The short version of the story is that Perl has accepted a significant performance penalty to reduce the odds that programs will accidentally get "stuck" and never finish a match. Whenever people write benchmarks, they only test the common case and so see the significant performance penalty. They don't see the bug reports that the change avoids.

The slightly more detailed version is that starting with Perl 5.6, Perl's RE engine avoids many of the exponential slowdowns that Mastering Regular Expressions talks about, but at the cost of tracking a lot of extra data.
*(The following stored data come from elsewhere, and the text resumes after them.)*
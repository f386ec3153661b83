package flowshy.verdict.curve;

import flowshy.response.ResponsePoint;

/**
 * One point of a device's curves.
 *
 * @param response to motion and flow
 * @param parts what its torques are made of
 */
public record CurvePoint(ResponsePoint response, TorqueParts parts) {}
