package flowshy.verdict.envelope;

import static flowshy.math.Figures.say;

import flowshy.medium.MediumQuery;
import flowshy.stream.cover.Cover;
import flowshy.verdict.BandsAnswer;
import flowshy.verdict.BandsQuestion;
import flowshy.verdict.Decision;
import flowshy.verdict.Limit;
import flowshy.verdict.Verdict;
import flowshy.verdict.design.NoDesignException;
import flowshy.verdict.envelope.EnvelopeAnswer.Against;
import flowshy.verdict.envelope.EnvelopeAnswer.AtState;
import flowshy.verdict.envelope.EnvelopeAnswer.Impossible;
import flowshy.verdict.envelope.EnvelopeAnswer.Worst;
import flowshy.verdict.error.StreamTooFastException;
import flowshy.verdict.lid.Candidate;
import java.util.ArrayList;
import java.util.Comparator;
import java.util.LinkedHashMap;
import java.util.List;
import java.util.Map;
import java.util.Optional;
import java.util.OptionalDouble;
import java.util.function.Function;
import java.util.stream.IntStream;

/**
 * Every state that a device must bear: all combinations of the values of its sides. The worst need not be a corner, so a range holds values
 * inside; between them nothing is judged.
 *
 * @param space the study as a function of the numbers that move
 * @param sides one a number, same order as the space's
 */
public record Envelope(StatesOfUse space, List<Side> sides) {
    /** Copies the list. */
    public Envelope {
        sides = List.copyOf(sides);
    }

    /**
     * The same states under another cover.
     *
     * @param candidate as {@link StatesOfUse#under} takes it
     * @return envelope of the device under it
     */
    public Envelope under(Candidate candidate) {
        return new Envelope(space.under(candidate), sides);
    }

    /**
     * The same states in another fluid.
     *
     * @param fluid at the study's own state
     * @param cover stands over the hair
     * @return as {@link StatesOfUse#filled} makes it
     */
    public Envelope filled(MediumQuery fluid, Cover cover) {
        return new Envelope(space.filled(fluid, cover), sides);
    }

    /**
     * The same states without what flows around the device.
     *
     * @return envelope without sources
     */
    public Envelope still() {
        return new Envelope(space.still(), sides);
    }

    /**
     * How many states there are.
     *
     * @return product of the numbers of values
     */
    public int count() {
        return sides.stream().mapToInt(side -> side.values().size()).reduce(1, Math::multiplyExact);
    }

    /**
     * One state and what is asked there.
     *
     * @param words its numbers
     * @param corner whether it is a corner
     * @param question about the device at this state
     */
    public record Asked(String words, boolean corner, BandsQuestion question) {}

    /**
     * The question at every state that makes a device.
     *
     * @return in the order of the sides, the last one moving first
     */
    public List<Asked> asked() {
        return IntStream.range(0, count())
                .mapToObj(this::asked)
                .flatMap(Optional::stream)
                .toList();
    }

    private Optional<Asked> asked(int index) {
        Place place = place(index);
        try {
            return Optional.of(new Asked(place.words(), place.corner(), space.at(place.numbers())));
        } catch (NoDesignException e) {
            return Optional.empty(); // the answer names it
        }
    }

    /** A state by its numbers. */
    private record Place(List<Double> values, String words, boolean corner) {
        double[] numbers() {
            return values.stream().mapToDouble(Double::doubleValue).toArray();
        }
    }

    /** One state and what was found there. */
    private record State(String words, boolean corner, BandsAnswer answer, String impossible) {
        AtState worth(double value, OptionalDouble at) {
            return new AtState(value, at, words, corner);
        }
    }

    /**
     * Judges every state.
     *
     * @return the worst of each limit and of all
     */
    public EnvelopeAnswer answer() {
        return answer(answer -> List.of());
    }

    /**
     * Judges every state, and asks what else speaks against the device there.
     *
     * @param against what speaks against it in words, which do not differ from state to state
     * @return the worst of each limit and of all
     */
    public EnvelopeAnswer answer(Function<BandsAnswer, List<String>> against) {
        State[] states = new State[count()];
        IntStream.range(0, states.length).parallel().forEach(i -> states[i] = state(i));
        List<Impossible> impossible = new ArrayList<>();
        List<State> possible = new ArrayList<>();
        for (State state : states) {
            if (state.answer() == null) {
                impossible.add(new Impossible(state.words(), state.impossible()));
            } else {
                possible.add(state);
            }
        }
        List<Worst> worst = limits(possible);
        Decision decision = impossible.isEmpty() ? Decision.NOT_ASKED : Decision.UNDECIDED;
        for (State state : possible) {
            decision = decision.worse(state.answer().verdict().decision());
        }
        return new EnvelopeAnswer(
                sides,
                states.length,
                (int) java.util.Arrays.stream(states).filter(State::corner).count(),
                worst,
                least(possible),
                most(possible),
                error(possible),
                against(possible, against),
                impossible,
                decision,
                sentence(possible, worst, impossible, states.length, decision));
    }

    private Place place(int index) {
        List<Double> values = new ArrayList<>();
        List<String> words = new ArrayList<>();
        boolean corner = true;
        int rest = index;
        for (int s = sides.size() - 1; s >= 0; s--) {
            Side side = sides.get(s);
            int at = rest % side.values().size();
            rest /= side.values().size();
            values.add(0, side.values().get(at));
            words.add(0, side.key() + " " + side.words().get(at));
            corner &= side.corner(at);
        }
        return new Place(values, String.join(", ", words), corner);
    }

    private State state(int index) {
        Place place = place(index);
        try {
            return new State(
                    place.words(), place.corner(), space.at(place.numbers()).judged(), "");
        } catch (NoDesignException | StreamTooFastException e) {
            return new State(place.words(), place.corner(), null, e.getMessage());
        }
    }

    /** Limit by limit: the worst decision, and of several the one nearest to, or farthest beyond, the limit. */
    private static List<Worst> limits(List<State> states) {
        Map<String, List<Worst>> all = new LinkedHashMap<>();
        for (State state : states) {
            for (Limit limit : state.answer().verdict().limits()) {
                all.computeIfAbsent(limit.name() + limit.sense().word(), name -> new ArrayList<>())
                        .add(new Worst(limit, state.words(), state.corner()));
            }
        }
        Comparator<Worst> order = Comparator.comparingInt(
                        (Worst one) -> -one.limit().decision().severity())
                .thenComparingDouble(Worst::margin);
        return all.values().stream()
                .map(found -> found.stream().min(order).orElseThrow())
                .toList();
    }

    private static Optional<AtState> least(List<State> states) {
        return states.stream()
                .flatMap(state -> state.answer().least().stream()
                        .map(least -> state.worth(least.rejection(), OptionalDouble.of(least.frequency()))))
                .min(Comparator.comparingDouble(AtState::value));
    }

    private static OptionalDouble most(List<State> states) {
        return states.stream()
                .flatMap(state -> state.answer().least().stream())
                .mapToDouble(BandsAnswer.Extreme::rejection)
                .max();
    }

    private static Optional<AtState> error(List<State> states) {
        return states.stream()
                .flatMap(state ->
                        state.answer().error().stream().map(error -> state.worth(error.rms(), OptionalDouble.empty())))
                .filter(found -> Double.isFinite(found.value()))
                .max(Comparator.comparingDouble(AtState::value));
    }

    private static List<Against> against(List<State> states, Function<BandsAnswer, List<String>> judge) {
        Map<String, Against> found = new LinkedHashMap<>();
        for (State state : states) {
            for (String reason : judge.apply(state.answer())) {
                found.merge(
                        reason,
                        new Against(reason, state.words(), 1),
                        (first, next) -> new Against(reason, first.state(), first.states() + 1));
            }
        }
        return List.copyOf(found.values());
    }

    private static String sentence(
            List<State> possible, List<Worst> worst, List<Impossible> impossible, int count, Decision decision) {
        StringBuilder text = new StringBuilder(say("Over the envelope of %s states: %s.", count, decision.word()));
        for (Worst one : worst) {
            boolean boundless = one.limit().decision() == Decision.MEETS
                    && one.limit().found().orElse(0.0) == 0.0; // no flow enters
            if (one.limit().decision() != Decision.NOT_ASKED && !boundless) {
                text.append(say(
                        " Worst for %s%s: at %s%s.",
                        one.limit().name(),
                        one.limit().found().isPresent()
                                ? say(
                                        ", %.4g %s",
                                        one.limit().found().getAsDouble(),
                                        one.limit().unit())
                                : "",
                        one.state(),
                        one.corner() ? "" : " (inside, not at a corner)"));
            }
        }
        if (worst.isEmpty() || worst.stream().allMatch(one -> one.limit().decision() == Decision.NOT_ASKED)) {
            least(possible)
                    .ifPresent(
                            least -> text.append(say(" Least rejection %.4g dB at %s.", least.value(), least.state())));
        }
        if (!impossible.isEmpty()) {
            text.append(say(
                    " %s states cannot be worked out, for example %s: %s.",
                    impossible.size(),
                    impossible.get(0).state(),
                    impossible.get(0).reason()));
        }
        return text.toString();
    }

    /**
     * The verdict of a study under its envelope: every limit at its worst.
     *
     * @param nominal verdict at the study's own state, which counts too
     * @param found over the envelope
     * @return the worse of both
     */
    public static Verdict together(Verdict nominal, EnvelopeAnswer found) {
        List<Limit> limits = new ArrayList<>();
        for (Limit limit : nominal.limits()) {
            Worst own = new Worst(limit, "", true);
            limits.add(found.limits().stream()
                    .filter(one -> one.limit().name().equals(limit.name())
                            && one.limit().sense() == limit.sense()
                            && one.beyond(own))
                    .findFirst()
                    .map(Worst::named)
                    .orElse(limit));
        }
        return new Verdict(
                nominal.decision().worse(found.decision()),
                limits,
                found.sentence() + " At the study's own state: " + nominal.sentence());
    }
}
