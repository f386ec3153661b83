package flowshy.verdict.envelope;

import static flowshy.math.Figures.say;

import flowshy.verdict.BandsAnswer;
import flowshy.verdict.Decision;
import flowshy.verdict.Limit;
import flowshy.verdict.Verdict;
import java.util.ArrayList;
import java.util.List;
import java.util.Optional;
import org.hipparchus.util.FastMath;

/**
 * What a device misses: each limit that is not met or undecided, in words with its figure, and with an envelope with the state where it is
 * worst.
 *
 * @param verdict with an envelope each limit at its worst
 * @param misses in words, empty if every limit is met
 */
public record Shortfalls(Verdict verdict, List<String> misses) {
    /** How a miss begins that tells of states without an answer. */
    public static final String IMPOSSIBLE = "cannot be worked out";

    /** Copies the list. */
    public Shortfalls {
        misses = List.copyOf(misses);
    }

    /**
     * Of a device at its own state and in every state that it must bear.
     *
     * @param own answer at the study's own state
     * @param envelope what was found over the envelope, empty if none is stated
     * @return verdict and misses
     */
    public static Shortfalls of(BandsAnswer own, Optional<EnvelopeAnswer> envelope) {
        Verdict verdict =
                envelope.map(found -> Envelope.together(own.verdict(), found)).orElse(own.verdict());
        List<String> misses = new ArrayList<>();
        List<Limit> limits = verdict.limits();
        for (int i = 0; i < limits.size(); i++) {
            Limit limit = limits.get(i);
            boolean figure = limit.found().isPresent();
            if (limit.decision() == Decision.FAILS && figure) {
                double by = FastMath.abs(limit.required() - limit.found().getAsDouble());
                String missed = say("%s misses by %.3g %s", limit.name(), by, limit.unit())
                        .strip();
                boolean here = limit.equals(own.verdict().limits().get(i));
                misses.add(missed
                        + envelope.map(found -> " at " + (here ? EnvelopeAnswer.OWN : found.stateOf(limit)))
                                .orElse(""));
            } else if (limit.decision() == Decision.FAILS) {
                misses.add(limit.name() + ": " + limit.reason());
            } else if (limit.decision() == Decision.UNDECIDED) {
                misses.add(limit.name() + " is undecided: " + limit.reason());
            }
        }
        envelope.map(EnvelopeAnswer::impossible).filter(none -> !none.isEmpty()).ifPresent(none -> {
            EnvelopeAnswer.Impossible first = none.get(0);
            String more = none.size() == 1 ? "" : say(" (and in %s more states)", none.size() - 1);
            misses.add(IMPOSSIBLE + " at " + first.state() + more + ": " + first.reason());
        });
        return new Shortfalls(verdict, misses);
    }
}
This fixes a lot of hard to find bugs at the cost of losing performance benchmarks.

The long version follows.

A lot of what follows will be very familiar for people who understand Mastering Regular Expressions. After all one of the biggest reasons for writing that book was to help more people understand the problem that I'm about to describe, and understand how to avoid it.

Suppose we have a pattern, like /^(\s*foo\s*)*$/ and we want to try to match it to a string like "foo foo fo". How do we do that?

Well there turn out to be a couple of strategies, but the one which virtually everyone uses (read the book for what the other one is, and why people use this) can be described as follows: do a recursive search for ways to try to match the pattern to the string. That is, the sets of combinations of choices that one might make in trying to match the pattern to the string (should this .* include the next character?) form a tree that you can do a recursive search through, looking for a match.

An example will help show what I mean, so let's try to match the above RE to a string that it succeeds with, "foo foo". I'll underline the matched part at each step, and put parens to indicate what choices it has made:

# It is unambiguous how to match to here:
(foo foo
  # Let's try putting the space in the first group:
  (foo )foo
    # Proceeding on we get to this match:
    (foo )(foo)</code>
There is another possible match, but the above is the one we will find, as may be verified by looking in $1.

Now let's try an example that fails, namely "foo foo fo":

# It is unambiguous how to match to here:
(foo foo fo
  # Let's try putting the space in the first group:

  (foo )foo fo
    # It is unambiguous how to match to here:
    (foo )(foo fo
      # Let's try putting the space in the second group:
      (foo )(foo )fo
        # FAIL
        (foo )(foo )(fo
      # Perhaps don't put the space in the second group?
      (foo )(foo) fo
        # FAIL
        (foo )(foo )(fo
  # Perhaps don't put the space in the first group?
  (foo) foo fo
    # It is unambiguous how to match to here:
    (foo)( foo fo
      # Let's try putting the space in the second group:
      (foo)( foo )fo
        # FAIL
        (foo)( foo )(fo
      # Perhaps don't put the space in the second group?
      (foo)( foo) fo
        # FAIL
        (foo)( foo)( fo
# Oops, all options failed, it doesn't match.
A careful observer may note a couple of things. First of all this clearly works, the algorithm is not very hard to follow and clearly must find an answer. Secondly it seems to take a lot less work to find a match than it does to prove that there is no match.

A very clever observer might notice that the first observation is wrong, and the second is worse than it seems in this example.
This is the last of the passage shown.